6 Strategies for Unleashing a Culture of Innovation in a Changing Retail Landscape

Consumers have altered how they shop. Retail executives, however, are not necessarily changing how they run their day-to-day operations to deal with the disruptions they know are affecting their industry. To survive the shifts, however, will take creative solutions that make shopping easier and more exciting. Retailers need to move from awareness and acknowledgment of the challenges to action with the right strategic and cultural response.

“Even if you as an executive recognize the change and set the strategy, if your staff is not seeking opportunities to innovate, then the strategy becomes merely potential on a page,” says YPO member Peter Sheahan, CEO of Karrikins Group, a behavior change company, and author of “Matter: Move Beyond the Competition, Create More Value and Become the Obvious Choice,

At a recent Geniecast during the second annual YPO Innovation Week, Sheahan shared strategies for creating a culture capable of executing new ideas, scaling new business models, and innovating in the face of change and disruption in the retail industry.
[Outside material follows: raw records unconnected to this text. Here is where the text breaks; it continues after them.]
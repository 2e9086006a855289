import 'server-only';
import { QueryTypes, type Transaction } from 'sequelize';
import { sequelize } from '@/lib/db';
import type { Draw, Payment } from '@/models';
import { cents } from './cents';
import { openStatusSql, outstandingSql } from './status';

// Billing's bound statements (the named exception to "models first"): the co-op's billing lock
// and month instants, and the period totals and id taking used by payments and reconciliation.
// The month run's set-based statements are in ./run/queries.

/** Advisory-lock namespace for a co-op's money writes (any constant that no other module uses). */
const BILLING_LOCK_NAMESPACE = 73_051;

/**
 * Takes the co-op's billing advisory lock until the transaction ends (`pg_advisory_xact_lock`):
 * a model call cannot say it.
 */
export async function advisoryLockCoopBilling(t: Transaction, coopId: number): Promise<void> {
  await sequelize.query('SELECT pg_advisory_xact_lock($1::int, $2::int)', {
    bind: [BILLING_LOCK_NAMESPACE, coopId],
    type: QueryTypes.SELECT,
    transaction: t,
  });
}

/**
 * The first instant of a month and of the next one in a time zone, as PostgreSQL's time-zone
 * rules compute them (the same rules the closed-month triggers use).
 * @param periodDate 'YYYY-MM-01'
 */
export async function monthInstants(
  periodDate: string,
  timeZone: string,
  t?: Transaction,
): Promise<{ start: Date; end: Date }> {
  const row = await sequelize.query<{ start: Date; end: Date }>(
    `SELECT ($1::date)::timestamp AT TIME ZONE $2 AS start, (($1::date + interval '1 month')::timestamp) AT TIME ZONE $2 AS "end"`,
    { bind: [periodDate, timeZone], type: QueryTypes.SELECT, plain: true, transaction: t },
  );
  return { start: new Date(row!.start), end: new Date(row!.end) };
}

/**
 * The statements of the payments side of billing that a model query cannot say: taking a row id
 * before its row exists, and the month's reconciliation totals (aggregates with FILTER, and an
 * anti-join). Each one is bound ($1, $2 …), never built from values. Counts and sums arrive as
 * BIGINT strings; they are parsed here, once, into numbers (cents stay well inside 2^53).
 */

/** Tables whose ids are taken before the row is written, so that a key can name its row. */
type KeyedTable = 'payment_attempts' | 'refunds';

/**
 * Takes the next id of a table's own sequence, so the row's idempotency key can contain the id it
 * will be written with (`payment-attempt-<id>-<salt>`) and both go in with one INSERT.
 */
export async function takeNextId(table: KeyedTable, t: Transaction): Promise<number> {
  const [row] = await sequelize.query<{ id: string }>("SELECT nextval(pg_get_serial_sequence($1, 'id')) AS id", {
    bind: [table],
    type: QueryTypes.SELECT,
    transaction: t,
  });
  return Number(row!.id);
}

/** A month's invoices and credit notes, counted and summed (cents). */
export interface PeriodInvoiceTotals {
  /** Invoices issued (neither draft nor void). */
  issued: number;
  drafts: number;
  invoicedCents: number;
  /** Invoiced, counting a negative invoice (more credit than charges) as zero. */
  invoicedPositiveCents: number;
  creditNotesCents: number;
  paidCents: number;
  /** Still owed on issued and partly paid invoices. */
  outstandingCents: number;
  /** Issued and partly paid invoices. */
  unpaid: number;
}

/** Counts and sums a month's invoices in one pass over its rows. */
export async function periodInvoiceTotals(
  coopId: number,
  periodDate: string,
  t?: Transaction,
): Promise<PeriodInvoiceTotals> {
  const [r] = await sequelize.query<Record<keyof PeriodInvoiceTotals, string>>(
    `SELECT
       count(*) FILTER (WHERE kind = 'invoice' AND status NOT IN ('draft','void')) AS "issued",
       count(*) FILTER (WHERE status = 'draft') AS "drafts",
       SUM(total_cents) FILTER (WHERE kind = 'invoice' AND status NOT IN ('draft','void')) AS "invoicedCents",
       SUM(GREATEST(total_cents, 0)) FILTER (WHERE kind = 'invoice' AND status NOT IN ('draft','void')) AS "invoicedPositiveCents",
       SUM(total_cents) FILTER (WHERE kind = 'credit-note') AS "creditNotesCents",
       SUM(paid_cents) FILTER (WHERE kind = 'invoice' AND status NOT IN ('draft','void')) AS "paidCents",
       SUM(${outstandingSql()}) FILTER (WHERE kind = 'invoice' AND ${openStatusSql()}) AS "outstandingCents",
       count(*) FILTER (WHERE kind = 'invoice' AND ${openStatusSql()}) AS "unpaid"
     FROM invoices WHERE coop_id = $1 AND period = $2::date`,
    { bind: [coopId, periodDate], type: QueryTypes.SELECT, transaction: t },
  );
  return {
    issued: cents(r?.issued),
    drafts: cents(r?.drafts),
    invoicedCents: cents(r?.invoicedCents),
    invoicedPositiveCents: cents(r?.invoicedPositiveCents),
    creditNotesCents: cents(r?.creditNotesCents),
    paidCents: cents(r?.paidCents),
    outstandingCents: cents(r?.outstandingCents),
    unpaid: cents(r?.unpaid),
  };
}

type PaymentCents = Pick<
  Payment,
  'amountCents' | 'appliedCents' | 'creditedCents' | 'unallocatedCents' | 'refundedCents'
>;

/** Money received in a month and where it went (cents). */
export interface PeriodPaymentTotals {
  receivedCents: number;
  byMethod: Record<Payment['method'], number>;
  appliedCents: number;
  creditedCents: number;
  unallocatedCents: number;
  refundedCents: number;
  /** Received this month but applied to invoices of other months. */
  appliedElsewhereCents: number;
}

/** Sums the payments received in a month, by method and by where the money went. */
export async function periodPaymentTotals(
  coopId: number,
  periodDate: string,
  t?: Transaction,
): Promise<PeriodPaymentTotals> {
  const [r] = await sequelize.query<Record<keyof PaymentCents | 'card' | 'cash' | 'cheque' | 'elsewhere', string>>(
    `SELECT SUM(p.amount_cents) AS "amountCents",
       SUM(p.amount_cents) FILTER (WHERE p.method = 'card') AS "card",
       SUM(p.amount_cents) FILTER (WHERE p.method = 'cash') AS "cash",
       SUM(p.amount_cents) FILTER (WHERE p.method = 'cheque') AS "cheque",
       SUM(p.applied_cents) AS "appliedCents", SUM(p.credited_cents) AS "creditedCents",
       SUM(p.unallocated_cents) AS "unallocatedCents", SUM(p.refunded_cents) AS "refundedCents",
       SUM(p.applied_cents) FILTER (WHERE i.period <> p.period) AS "elsewhere"
     FROM payments p LEFT JOIN invoices i ON i.id = p.invoice_id
     WHERE p.coop_id = $1 AND p.period = $2::date`,
    { bind: [coopId, periodDate], type: QueryTypes.SELECT, transaction: t },
  );
  return {
    receivedCents: cents(r?.amountCents),
    byMethod: { card: cents(r?.card), cash: cents(r?.cash), cheque: cents(r?.cheque) },
    appliedCents: cents(r?.appliedCents),
    creditedCents: cents(r?.creditedCents),
    unallocatedCents: cents(r?.unallocatedCents),
    refundedCents: cents(r?.refundedCents),
    appliedElsewhereCents: cents(r?.elsewhere),
  };
}

/**
 * Draws that happened between two instants and are on no issued invoice (no unreleased line of a
 * non-draft invoice names them): how many, and their total (cents).
 */
export async function unbilledDrawTotals(
  coopId: number,
  start: Date,
  end: Date,
  t?: Transaction,
): Promise<{ count: number; totalCents: number }> {
  const [r] = await sequelize.query<{ count: string; totalCents: Draw['totalCents'] | null }>(
    `SELECT count(*) AS "count", SUM(d.total_cents) AS "totalCents" FROM draws d
     WHERE d.coop_id = $1 AND d.occurred_at >= $2::timestamptz AND d.occurred_at < $3::timestamptz
       AND NOT EXISTS (SELECT 1 FROM invoice_lines l JOIN invoices i ON i.id = l.invoice_id
                       WHERE l.draw_id = d.id AND NOT l.released AND i.status <> 'draft')`,
    { bind: [coopId, start, end], type: QueryTypes.SELECT, transaction: t },
  );
  return { count: cents(r?.count), totalCents: cents(r?.totalCents) };
}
It’s not enough to want to change

“The single most critical difference between organizations that not only survive disruption but thrive in the market is the quality of the assumptions they make about what is changing,” says Sheahan. Leaders have to respond in the right way at the right time. While this may sound daunting, keep in mind that “nothing ever changes in an industry that nobody predicted.” Disruptors tend to work on the periphery of an industry for several years before they gain momentum, as did both Uber and Airbnb. “The reason people make bad decisions is not because they failed to see what was around them, but because change is initially really slow — and then it’s not, leaving companies scrambling to catch up when it accelerates” says Sheahan. “The single biggest destroyer of value during times of disruption is the quality of the assumptions that the executive makes.”

The sooner you adapt, the smaller risks you have to take

Most businesses wait until change has arrived before they begin to invest in innovation. As a result, they lose significant market share or momentum in creating the next version of their business. Sheahan recommends taking controlled risks with the partnerships you form, the channels you embrace, the operating models you use or the products and services you develop. The goal: “to create models for what the world is going to look like versus what the world used to look like and go through the necessary learning curve while the risks are manageable.”

Enhance the brick-and-mortar shopping experience

Retailers are reimagining what brick-and-mortar can be. Burberry, for example, reinvented its London flagship store to compete with its top competitor, online stores, which can sell products for up to 25 percent less. Rather than cut prices, Burberry sought to create an in-person experience that was worth the extra cost. “The research tells us the issue we face with online competition isn’t just price,” says Sheahan. “It’s actually that there is convenience, more choice, more availability, the ability to shop around and transparency, and as Burberry discovered, the ability for a more customized experience.” As a result, Burberry created in-store customer alerts for staff, recommendations based on availability and ever-changing catwalk displays based on the cumulative buying history of the customers in the store at that moment.

Get the clarity piece right

Innovation is not about trying anything and everything. There are many ways to innovate and it will come together differently for each organization. “Get clarity as to how you intend to win,” says Sheahan. “If you haven’t given any direction as to where you want ideas to come from and what value they are ultimately supposed to serve, if you get any ideas at all, they’ll be all over the map and useless.” Once you know how you want to differentiate yourself, there are specific steps you can take to get there.

Be willing to invest and take risks

To build a culture of innovation, you have to have the right mindset – the willingness to invest in innovation. If you are unwilling to take a risk on employees’ ideas, then you are actually sending a message to your employees to maintain the status quo and “you will eventually condition your people not to be innovative,” says Sheahan. “You’re not taking a risk if you’re not putting time, effort and capital behind it.”

Create a culture that is open to more changes to come

There are five key drivers that a leader can change to influence the culture of an organization: objective, emotional, structural, habitual and social. “Within social context are the rituals you perpetuate, the stories you tell and the language you use, the standards you set and the symbols and messages you send through your own behavior,” says Sheahan. “Going after those four levers and those related to the other four drivers will enable you to intentionally create a culture which triggers and supports the behaviors that lead to innovation.”